I've been thinking a lot about walking lately. A few years ago, I amazed myself and everyone who knows me by becoming a runner. I am not a prolific runner: 5k's, sprint triathlons, and a few 10k's are all I've done. But as someone who never, ever would have imagined myself as a runner, and even more, enjoying running, it has been a significant accomplishment.
Last August, after finishing a year-long internship as part of the process towards becoming a Lutheran pastor, I ran a 10k with my husband Bill. Neither of us had trained much, Bill hardly at all. Of course, he smoked me on the trail, coming in a good 20 minutes ahead of me (how does he do that???). It was a hard run. Since then, I've been taking a little hiatus from running.
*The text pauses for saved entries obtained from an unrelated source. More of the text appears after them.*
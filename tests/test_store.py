"""The store: where the catalog lives, WAL mode, batches, counts, and the fast column reader."""

from __future__ import annotations

import json
import os
import sqlite3
import subprocess
import sys
from pathlib import Path

import numpy as np
import pytest

from partpick.catalog.columns import read_columns
from partpick.catalog.importer import import_catalog
from partpick.catalog.location import snapshot_file
from partpick.catalog.query import list_parts
from partpick.catalog.snapshot import SNAPSHOT_VERSION
from partpick.catalog.store import (
    count_parts,
    dispose_engines,
    list_batches,
    open_engine,
    resolve_db_url,
)
from partpick.errors import DatabaseError, NoCatalogError, NotFoundError
from tests.conftest import CATALOG_DATA

SMALL = CATALOG_DATA / "inductors_small.csv"


def test_db_option_wins(monkeypatch, tmp_path):
    monkeypatch.setenv("PARTPICK_DB", str(tmp_path / "env.db"))
    assert resolve_db_url(str(tmp_path / "opt.db")) == f"sqlite:///{tmp_path / 'opt.db'}"


def test_environment_comes_next(monkeypatch, tmp_path):
    monkeypatch.setenv("PARTPICK_DB", str(tmp_path / "env.db"))
    assert resolve_db_url(None) == f"sqlite:///{tmp_path / 'env.db'}"


def test_default_is_partpick_db_in_the_working_folder(monkeypatch, tmp_path):
    monkeypatch.delenv("PARTPICK_DB")
    monkeypatch.chdir(tmp_path)
    assert resolve_db_url(None) == f"sqlite:///{tmp_path.resolve() / 'partpick.db'}"


@pytest.mark.parametrize("url", ["sqlite://", "sqlite:////abs/x.db", "postgresql://u@h/db"])
def test_urls_are_kept(url):
    assert resolve_db_url(url) == url


def test_relative_path_becomes_absolute(monkeypatch, tmp_path):
    monkeypatch.chdir(tmp_path)
    assert resolve_db_url("sub/c.db") == f"sqlite:///{tmp_path.resolve() / 'sub' / 'c.db'}"


def test_file_catalog_runs_in_wal_mode(db_file):
    open_engine(db_file)
    mode = sqlite3.connect(db_file).execute("PRAGMA journal_mode").fetchone()[0]
    assert mode == "wal"


def test_in_memory_catalog_works_end_to_end(memory_db):
    (report,) = import_catalog(memory_db, [SMALL], "inductor")
    assert report.added == 6 and count_parts(memory_db)["inductor"] == 6
    columns = read_columns(memory_db, "inductor", ["isat_a"])  # the SQL fallback
    assert sorted(columns["isat_a"]) == pytest.approx([1.9, 3.1, 4.4, 4.6, 6.8, 9.5])


def test_a_file_that_is_no_database_is_a_database_error(tmp_path):
    bad = tmp_path / "notes.db"
    bad.write_text("these are my notes, not a database\n" * 100)
    with pytest.raises(DatabaseError):
        open_engine(str(bad))


def test_a_bad_url_is_a_database_error():
    with pytest.raises(DatabaseError):
        open_engine("nosuchdialect://x/y")


def test_batches_record_file_hash_time_and_counts(db_file):
    import hashlib

    import_catalog(db_file, [SMALL], "inductor")
    (batch,) = list_batches(db_file)
    assert batch.file == str(SMALL.resolve())
    assert batch.sha256 == hashlib.sha256(SMALL.read_bytes()).hexdigest()
    assert (batch.kind, batch.rows, batch.added, batch.rejected) == ("inductor", 6, 6, 0)
    assert batch.imported_at.endswith("+00:00")


def test_parts_carry_their_provenance(db_file):
    import hashlib

    import_catalog(db_file, [SMALL], "inductor")
    (part,) = list_parts(db_file, "inductor", ["mpn=QM-4R7-0630"], provenance=True)
    assert part["source_file"] == "inductors_small.csv"
    assert part["source_sha256"] == hashlib.sha256(SMALL.read_bytes()).hexdigest()
    assert part["imported_at"] == list_batches(db_file)[0].imported_at
    assert part["source_line"] == 4  # line 4 of the file: the header is line 1
    row = sqlite3.connect(db_file).execute(
        "SELECT kind, batch_id FROM parts_inductor WHERE mpn = 'QM-4R7-0630'"
    )
    assert row.fetchone() == ("inductor", 1)


def test_provenance_is_kept_once_per_batch_not_per_part(db_file):
    import_catalog(db_file, [SMALL], "inductor")
    columns = {r[1] for r in sqlite3.connect(db_file).execute("PRAGMA table_info(parts_inductor)")}
    assert {"source_line", "batch_id"} <= columns
    assert not {"source_file", "source_sha256", "imported_at"} & columns


def test_identity_is_unique_in_the_schema(db_file):
    import_catalog(db_file, [SMALL], "inductor")
    conn = sqlite3.connect(db_file)
    with pytest.raises(sqlite3.IntegrityError):
        conn.execute(
            "INSERT INTO parts_inductor (kind, manufacturer, mpn) "
            "VALUES ('inductor', 'Quillmark Magnetics', 'QM-4R7-0630')"
        )


def test_a_field_added_to_the_dictionary_is_added_to_an_old_catalog(db_file):
    open_engine(db_file)
    dispose_engines()
    conn = sqlite3.connect(db_file)
    conn.execute("ALTER TABLE parts_inductor DROP COLUMN srf_hz")  # an older schema
    conn.commit()
    conn.close()
    import_catalog(db_file, [SMALL], "inductor")
    assert read_columns(db_file, "inductor", ["srf_hz"])["srf_hz"][2] == pytest.approx(38e6)


# --- read_columns ----------------------------------------------------------------------


def test_read_columns_types_and_missing_values(db_file):
    import_catalog(db_file, [SMALL], "inductor")
    cols = read_columns(db_file, "inductor")
    assert list(cols)[:2] == ["mpn", "manufacturer"]
    assert cols["mpn"].dtype == object and cols["mpn"][0] == "QM-1R0-0630"  # file order
    assert cols["isat_a"].dtype == np.float64
    assert cols["stock"].dtype == np.float64 and np.isnan(cols["stock"][5])  # "N/A"
    assert cols["shielded"].dtype == object and cols["shielded"][5] is False
    assert cols["lifecycle"][3] == "nrnd" and cols["package"].dtype == object
    assert np.isnan(cols["srf_hz"][5]) and cols["srf_hz"][2] == pytest.approx(38e6)


def test_missing_values_are_none_in_object_columns(db_file, write_csv):
    import_catalog(
        db_file, [write_csv("MPN,Inductance,Shielded,Package\nQM-1,1 uH,,\n")], "inductor"
    )
    cols = read_columns(db_file, "inductor", ["shielded", "package", "lifecycle"])
    assert cols["shielded"][0] is None and cols["package"][0] is None
    assert cols["lifecycle"][0] is None and cols["manufacturer"][0] == ""


def test_snapshot_is_written_at_import_and_used(db_file):
    import_catalog(db_file, [SMALL], "inductor")
    snapshot = snapshot_file(Path(db_file), "inductor")
    assert snapshot.exists()
    stamp = np.load(snapshot)["__meta__"].tolist()
    generation = (
        sqlite3.connect(db_file)
        .execute("SELECT value FROM catalog_meta WHERE key = 'generation.inductor'")
        .fetchone()[0]
    )
    assert stamp[1] == generation


def test_importing_one_kind_leaves_the_other_kinds_snapshots_fresh(db_file, write_csv, monkeypatch):
    import_catalog(db_file, [SMALL], "inductor")
    inductor_snapshot = snapshot_file(Path(db_file), "inductor").read_bytes()
    import_catalog(
        db_file, [write_csv("MPN,Capacitance,Voltage Rating\nOC-1,10 uF,50 V\n")], "capacitor"
    )
    assert snapshot_file(Path(db_file), "inductor").read_bytes() == inductor_snapshot
    from partpick.catalog import columns

    def no_rebuild(*args):
        raise AssertionError("the inductor snapshot was taken for stale")

    monkeypatch.setattr(columns, "write_snapshot", no_rebuild)
    assert len(read_columns(db_file, "inductor")["mpn"]) == 6  # the rows of inductors_small.csv


def test_stale_snapshot_is_rebuilt(db_file, write_csv, monkeypatch):
    import_catalog(db_file, [SMALL], "inductor")
    from partpick.catalog import importer

    monkeypatch.setattr(importer, "_refresh_snapshot", lambda *args: None)  # leave it stale
    text = SMALL.read_text(encoding="utf-8").replace("4.6 A", "5.0 A")
    import_catalog(db_file, [write_csv(text)], "inductor")
    assert read_columns(db_file, "inductor", ["isat_a"])["isat_a"][2] == pytest.approx(5.0)


def test_snapshot_of_another_database_is_not_reused(db_file, write_csv):
    import_catalog(db_file, [SMALL], "inductor")
    snapshot = snapshot_file(Path(db_file), "inductor")
    kept = snapshot.read_bytes()
    dispose_engines()
    for suffix in ("", "-wal", "-shm"):
        Path(db_file + suffix).unlink(missing_ok=True)
    import_catalog(db_file, [write_csv("MPN,Inductance\nQM-9,9 uH\n")], "inductor")
    snapshot.write_bytes(kept)  # same generation number, different catalog
    assert list(read_columns(db_file, "inductor")["mpn"]) == ["QM-9"]


@pytest.mark.parametrize("damage", ["delete", "garbage"])
def test_missing_or_damaged_snapshot_is_rebuilt(db_file, damage):
    import_catalog(db_file, [SMALL], "inductor")
    snapshot = snapshot_file(Path(db_file), "inductor")
    if damage == "delete":
        snapshot.unlink()
    else:
        snapshot.write_bytes(b"not an npz file")
    assert len(read_columns(db_file, "inductor")["mpn"]) == 6
    meta = list(np.load(snapshot)["__meta__"])
    assert meta[1:3] == ["1", SNAPSHOT_VERSION] and {"mpn", "isat_a"} <= set(meta[3:])


def test_read_columns_of_a_catalog_that_does_not_exist_is_refused(tmp_path):
    with pytest.raises(NoCatalogError, match="import first"):
        read_columns(str(tmp_path / "absent.db"), "capacitor", ["esr_ohm"])
    assert not (tmp_path / "absent.db").exists()


@pytest.mark.parametrize(("kind", "names"), [("resistor", None), ("inductor", ["esr_ohm"])])
def test_read_columns_refuses_unknown_kinds_and_fields(db_file, kind, names):
    with pytest.raises(NotFoundError):
        read_columns(db_file, kind, names)


def test_fresh_snapshot_read_imports_neither_pandas_nor_sqlalchemy(db_file):
    import_catalog(db_file, [SMALL], "inductor")
    code = (
        "import sys, json\n"
        "from partpick.catalog.columns import read_columns\n"
        f"cols = read_columns({db_file!r}, 'inductor', ['isat_a'])\n"
        "print(json.dumps([len(cols['mpn']), 'pandas' in sys.modules, "
        "'sqlalchemy' in sys.modules]))\n"
    )
    env = {**os.environ, "PYTHONPATH": str(Path(__file__).parents[1])}
    out = subprocess.run([sys.executable, "-c", code], capture_output=True, text=True, env=env)
    assert out.returncode == 0, out.stderr
    assert json.loads(out.stdout) == [6, False, False]


def _same_columns(left: dict, right: dict) -> bool:
    if list(left) != list(right):
        return False
    for name in left:
        a, b = left[name], right[name]
        if a.dtype != b.dtype or len(a) != len(b):
            return False
        if a.dtype == np.float64:
            if not np.array_equal(a, b, equal_nan=True):
                return False
        elif list(a) != list(b):
            return False
    return True


@pytest.mark.parametrize(
    "extra_lines",
    [
        "",  # a clean bulk load: the snapshot comes from the import's own columns
        "QM-1R0-0630,Quillmark Magnetics,again,1.0 uH,±20%,9.5 A,8.0 A,8.5 mOhm,90 MHz,0630,"
        "7.0 mm,6.6 mm,3.0 mm,Yes,$0.31,5200,Active\n",  # a repeat: rebuilt from the table
    ],
)
def test_snapshot_written_at_import_equals_one_rebuilt_from_the_table(
    db_file, write_csv, extra_lines
):
    path = write_csv(SMALL.read_text(encoding="utf-8") + extra_lines)
    import_catalog(db_file, [path], "inductor", chunk_rows=4)
    from_import = read_columns(db_file, "inductor")
    snapshot_file(Path(db_file), "inductor").unlink()
    rebuilt = read_columns(db_file, "inductor")
    assert len(rebuilt["mpn"]) == 6
    assert _same_columns(from_import, rebuilt)


def test_no_spill_files_are_left_behind(db_file, write_csv):
    import_catalog(db_file, [SMALL], "inductor")
    folder = snapshot_file(Path(db_file), "inductor").parent
    assert [p.name for p in folder.iterdir()] == ["inductor.npz"]


def test_a_catalog_of_another_schema_version_is_refused(db_file):
    open_engine(db_file)
    dispose_engines()
    conn = sqlite3.connect(db_file)
    conn.execute("UPDATE catalog_meta SET value = '1' WHERE key = 'schema_version'")
    conn.commit()
    conn.close()
    with pytest.raises(DatabaseError) as caught:
        open_engine(db_file)
    assert "new catalog file" in caught.value.reason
I've been walking instead.
I take my dog Gunnar on hour-long walks everyday. Not only did I want a break from running, I also wanted to get Gunnar out for more exercise. He is a 7 year-old Mini Australian Shepherd, and he's got issues. He's extremely protective of the house and wants to violently kill anyone who comes near. He has some separation anxiety, and would jump and nip (let's face it, bite) me as I was trying to leave the house. Typically, Aussies are high-anxiety little beasties anyway, and Gunnar is their Anxiety King. We've had him for about 4 and a half years, and despite all our efforts and investments in training, treats, food, anything and everything, his issues were only getting worse. We ended up putting him on Prozac a few months ago. At the same time, desperate and willing to try anything, I took him to a naturopathic vet that a friend recommended, in the most hippie-dippie looking space you can imagine, in Fremont, of course. She put him on calming herbs, enteric support pills (no idea what that does), recommended switching him to raw food (which is awesome but super expensive), and continue with the Prozac and probiotics he's already on. He will probably be going back to get some acupuncture and possible even Reiki soon (I know, who am I?). And above all, she said, get him more exercise. Keep that little work-oriented mind of his busy and moving.
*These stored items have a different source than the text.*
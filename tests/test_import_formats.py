"""File formats: encodings, delimiters, and files that cannot be imported at all."""

from __future__ import annotations

import pytest

from partpick.catalog.importer import import_catalog
from partpick.catalog.query import list_parts
from partpick.catalog.sniff import sniff_delimiter
from partpick.cli import app
from partpick.errors import CatalogFormatError
from tests.conftest import CATALOG_DATA

BROKEN = CATALOG_DATA / "broken"
SMALL = CATALOG_DATA / "inductors_small.csv"

# cp1252 has µ (0xB5) but no Ω, so the resistance is written "mOhm" in every encoding.
TEXT = "Part Number;Inductance;DCR;Description\nQM-4R7;4.7 µH;32 mOhm;choke, 4.7 µH ±20 %\n"


@pytest.mark.parametrize(
    ("encoding", "sniffed"),
    [
        ("utf-8", "utf-8"),
        ("utf-8-sig", "utf-8-sig"),  # UTF-8 with a byte-order mark
        ("utf-16", "utf-16"),  # Python writes the BOM first (little-endian here)
        ("utf-16-be", "utf-16"),  # written without BOM below, then given one by hand
        ("cp1252", "cp1252"),  # µ is the single byte 0xB5
    ],
)
def test_encodings_are_sniffed(db_file, tmp_path, encoding, sniffed):
    data = TEXT.encode(encoding)
    if encoding == "utf-16-be":
        data = b"\xfe\xff" + data
    if encoding == "cp1252":
        assert b"\xb5" in data
    path = tmp_path / "parts.csv"
    path.write_bytes(data)
    (report,) = import_catalog(db_file, [path], "inductor")
    assert report.encoding == sniffed and report.added == 1
    (part,) = list_parts(db_file, "inductor")
    assert part["inductance_h"] == pytest.approx(4.7e-6)  # 4.7 µH
    assert part["dcr_ohm"] == pytest.approx(0.032)  # 32 mOhm
    assert part["description"] == "choke, 4.7 µH ±20 %"


@pytest.mark.parametrize("delimiter", [",", ";", "\t"])
def test_delimiters_are_sniffed(db_file, write_csv, delimiter):
    rows = [
        ["Part Number", "Inductance", "Saturation Current", "Description"],
        ["QM-1", "4.7 uH", "4.6 A", '"choke; shielded, 4.7 uH"'],
        ["QM-2", "10 uH", "3.1 A", '"choke\tunshielded"'],
    ]
    text = "\n".join(delimiter.join(r) for r in rows) + "\n"
    (report,) = import_catalog(db_file, [write_csv(text)], "inductor")
    assert report.delimiter == delimiter and report.added == 2
    parts = {p["mpn"]: p for p in list_parts(db_file, "inductor")}
    assert parts["QM-1"]["description"] == "choke; shielded, 4.7 uH"


@pytest.mark.parametrize(
    ("head", "expected"),
    [
        ("a,b,c\n1,2,3\n", ","),
        ("a;b;c\n1,5;2,5;3\n", ";"),  # decimal commas in the data do not fool it
        ("a\tb\n1\t2\n", "\t"),
        ('"Isat, A";DCR;L\n1;2;3\n', ";"),
        ("just one column\nvalue\n", ","),
    ],
)
def test_sniff_delimiter(head, expected):
    assert sniff_delimiter(head) == expected


# Every broken example file and the reason its import must give. A new file in the folder
# without an entry here fails test_every_broken_file_has_an_expected_reason.
BROKEN_REASONS = {
    "empty.csv": "empty",
    "blank_lines_only.csv": "empty",
    "no_header.csv": "no header row",
    "no_part_number.csv": "no part-number column",
    "no_kind_values.csv": "no column holds an inductor value",
    "capacitor_columns.csv": "no column holds an inductor value",
    "workbook_saved_as_csv.csv": "xlsx",
    "binary.csv": "binary data",
    "undecodable.csv": "cannot be decoded",
    "prose.csv": "not a CSV table",
    "two_part_number_columns.csv": "both read as mpn",
    "header_unit_of_other_dimension.csv": "not a unit of inductance",
    "unterminated_quote.csv": "not a readable CSV file",
}


def test_every_broken_file_has_an_expected_reason():
    assert {p.name for p in BROKEN.iterdir()} == set(BROKEN_REASONS)


@pytest.mark.parametrize("path", sorted(BROKEN.iterdir()), ids=lambda p: p.name)
def test_broken_file_imports_nothing(db_file, catalog_dump, path):
    import_catalog(db_file, [SMALL], "inductor")
    before = catalog_dump(db_file)
    with pytest.raises(CatalogFormatError) as caught:
        import_catalog(db_file, [path], "inductor")
    assert BROKEN_REASONS[path.name] in caught.value.reason
    assert caught.value.file == str(path)
    assert catalog_dump(db_file) == before


@pytest.mark.parametrize("path", sorted(BROKEN.iterdir()), ids=lambda p: p.name)
def test_broken_file_exits_2_with_one_line_and_no_traceback(runner, db_file, path):
    result = runner.invoke(app, ["import", str(path), "--kind", "inductor", "--db", db_file])
    assert result.exit_code == 2, result.output
    assert "Traceback" not in result.output
    assert result.output.strip().count("\n") == 0
    assert result.output.startswith("error: ") and str(path) in result.output


def test_a_broken_second_file_stops_the_first_too(db_file, catalog_dump):
    before = catalog_dump(db_file)
    with pytest.raises(CatalogFormatError):
        import_catalog(db_file, [SMALL, BROKEN / "no_header.csv"], "inductor")
    assert catalog_dump(db_file) == before


def test_missing_file_is_a_file_error(db_file, tmp_path):
    with pytest.raises(CatalogFormatError) as caught:
        import_catalog(db_file, [tmp_path / "nowhere.csv"], "inductor")
    assert "not found" in caught.value.reason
So we walk. And as walking is so much slower and relaxed than running, it's given me lots of time to think. About walking. I find myself getting frustrated with how S-L-O-W we move while walking. I like the quick feeling of accomplishment that comes from running; you're just out for 20 minutes and feel like a million bucks. With walking, the endorphins don't get a chance to kick in at the same level. We plod along, one foot in front of the other. It is a nice change of pace, but I often find myself wanting to speed up, kick into high gear, and just run.
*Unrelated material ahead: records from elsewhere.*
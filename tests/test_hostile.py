"""The hostile-input corpus: every file in tests/data/hostile/ is one bad input or fault.

Each case is a TOML file (see tests/data/hostile/README.md) naming the command to run, the
files to set up, the exit code expected and a fragment of the message. Every case also
checks that no traceback appears and that nothing it marks as precious was changed.
"""

from __future__ import annotations

import json
import os
import sqlite3
import threading
import tomllib
from pathlib import Path

import pytest
from typer.testing import CliRunner

from partpick.cli import app

DATA = Path(__file__).parent / "data"
CASES = sorted((DATA / "hostile").glob("*.toml"))
BOM_KINDS = (("inductor", "inductors"), ("capacitor", "capacitors"), ("diode", "diodes"),
             ("mosfet", "mosfets"))  # fmt: skip


def test_the_corpus_is_large_enough():
    assert len(CASES) >= 60


def _fill(text: str, tmp: Path) -> str:
    return (
        text.replace("{tmp}", str(tmp))
        .replace("{db}", str(tmp / "c.db"))
        .replace("{data}", str(DATA))
        .replace("{spec}", str(DATA / "bom" / "spec.toml"))
    )


def _generated(kind: str) -> bytes:
    """Return the bytes of a generated file: ``wide:N`` columns or ``long:N`` bytes a cell."""
    what, _, size = kind.partition(":")
    count = int(size)
    if what == "wide":
        header = ["Mfr Part Number", "Inductance"] + [f"c{i}" for i in range(count - 2)]
        return (",".join(header) + "\nX-1,10 uH" + ",a" * (count - 2) + "\n").encode()
    if what == "long":
        return b"Mfr Part Number,Inductance,Description\nX-1,10 uH," + b"a" * count + b"\n"
    raise ValueError(kind)


def _set_up(case: dict, tmp: Path) -> None:
    runner = CliRunner()
    if case.get("catalog") == "bom":
        for kind, name in BOM_KINDS:
            result = runner.invoke(app, ["import", str(DATA / "bom" / f"{name}.csv"),
                                         "--kind", kind, "--db", str(tmp / "c.db")])  # fmt: skip
            assert result.exit_code == 0, result.output
    for name, text in case.get("files", {}).items():
        (tmp / name).write_text(_fill(text, tmp), encoding="utf-8")
    for name, text in case.get("files_cp1252", {}).items():
        (tmp / name).write_bytes(text.encode("cp1252"))
    for name, text in case.get("files_utf16", {}).items():
        (tmp / name).write_bytes(text.encode("utf-16"))
    for name, hexed in case.get("files_hex", {}).items():
        (tmp / name).write_bytes(bytes.fromhex(hexed))
    for name, kind in case.get("generate", {}).items():
        (tmp / name).write_bytes(_generated(kind))
    for name in case.get("folders", []):
        (tmp / name).mkdir()
    for name in case.get("fifos", []):
        os.mkfifo(tmp / name)
    for link, target in case.get("symlinks", {}).items():
        (tmp / link).symlink_to(_fill(target, tmp))
    for step in case.get("before", []):
        result = runner.invoke(app, [_fill(a, tmp) for a in step])
        assert result.exit_code in (0, 3), result.output
    _edit(case, tmp)


def _edit(case: dict, tmp: Path) -> None:
    for statement in case.get("sql", []):
        with sqlite3.connect(tmp / "c.db") as conn:
            conn.execute(statement)
    for edit in case.get("json_edit", []):
        path = tmp / edit["file"]
        document = json.loads(path.read_text(encoding="utf-8"))
        target = document
        if "role" in edit:
            line = next(x for x in document["lines"] if x["role"] == edit["role"])
            target = line["part"] if "field" in edit else line
        key = edit.get("field", edit.get("key"))
        if edit.get("delete"):
            target.pop(key, None)
        else:
            target[key] = edit["value"]
        path.write_text(json.dumps(document), encoding="utf-8")
    for name, mode in case.get("chmod", {}).items():
        (tmp / name).chmod(int(mode, 8))


def _feed_fifos(case: dict, tmp: Path) -> list[threading.Thread]:
    threads = []
    for name, text in case.get("fifo_input", {}).items():
        thread = threading.Thread(target=_write_fifo, args=(tmp / name, text), daemon=True)
        thread.start()
        threads.append(thread)
    return threads


def _write_fifo(path: Path, text: str) -> None:
    with open(path, "wb") as out:  # blocks until the import opens the FIFO
        out.write(text.encode())


def _snapshot(case: dict, tmp: Path) -> dict[str, bytes]:
    return {name: (tmp / name).read_bytes() for name in case.get("unchanged", [])}


@pytest.mark.parametrize("path", CASES, ids=lambda p: p.stem)
def test_hostile_case(path: Path, tmp_path: Path):
    case = tomllib.loads(path.read_text(encoding="utf-8"))
    assert case.get("about"), "every case says what it probes"
    _set_up(case, tmp_path)
    kept = _snapshot(case, tmp_path)
    threads = _feed_fifos(case, tmp_path)
    args = [_fill(a, tmp_path) for a in case["args"]]
    result = CliRunner().invoke(app, args, input=case.get("stdin"), env={"COLUMNS": "300"})
    for thread in threads:
        thread.join(timeout=5)
    output = result.output
    if result.exception is not None and not isinstance(result.exception, SystemExit):
        raise AssertionError(f"uncaught {result.exception!r}\n{output}") from result.exception
    assert result.exit_code == case["exit"], output
    for fragment in _list(case.get("message")):
        assert _fill(fragment, tmp_path) in output, output
    for fragment in ["Traceback", "\x1b", *_list(case.get("forbid"))]:
        assert _fill(fragment, tmp_path) not in output, output
    for name, before in kept.items():
        assert (tmp_path / name).read_bytes() == before, f"{name} was changed"
    for name in case.get("absent", []):
        assert not (tmp_path / name).exists(), f"{name} should not exist"
    for name, checks in case.get("expect_file", {}).items():
        text = (tmp_path / name).read_text(encoding="utf-8")
        for fragment in checks.get("contains", []):
            assert fragment in text, text
        for fragment in checks.get("forbid", []):
            assert fragment not in text, text


def _list(value) -> list[str]:
    if value is None:
        return []
    return [value] if isinstance(value, str) else list(value)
During this same time, I've started a new job, my first one as a pastor (yay!). I'm quickly learning about the nature of congregations, especially when it comes to change. It has to be done SO SLOWLY. And carefully, as in, full-of-care. It makes sense; people find meaning, comfort, and assurance in the rituals and practices that a congregation develops. As a group dedicated to passing on traditions and stories of the past, it naturally leans towards conservation of those things, and away from change and innovation. So I am trying to walk with them, at their pace. But I just want to RUN! I have so many ideas, and things I want to change, even simple things like moving a table from one side of the room to the other. But I can't; I have to walk. I have to go slowly, one foot in front of the other.
When we walk through the greenbelt areas near our house, I make myself slow down even more as we pass through the trees, in order to notice and admire the changing colors, and the way the waning sunlight filters through the leaves. I remind myself that I am not training for a marathon; I'm training to walk. To go slow. To be a good and faithful leader.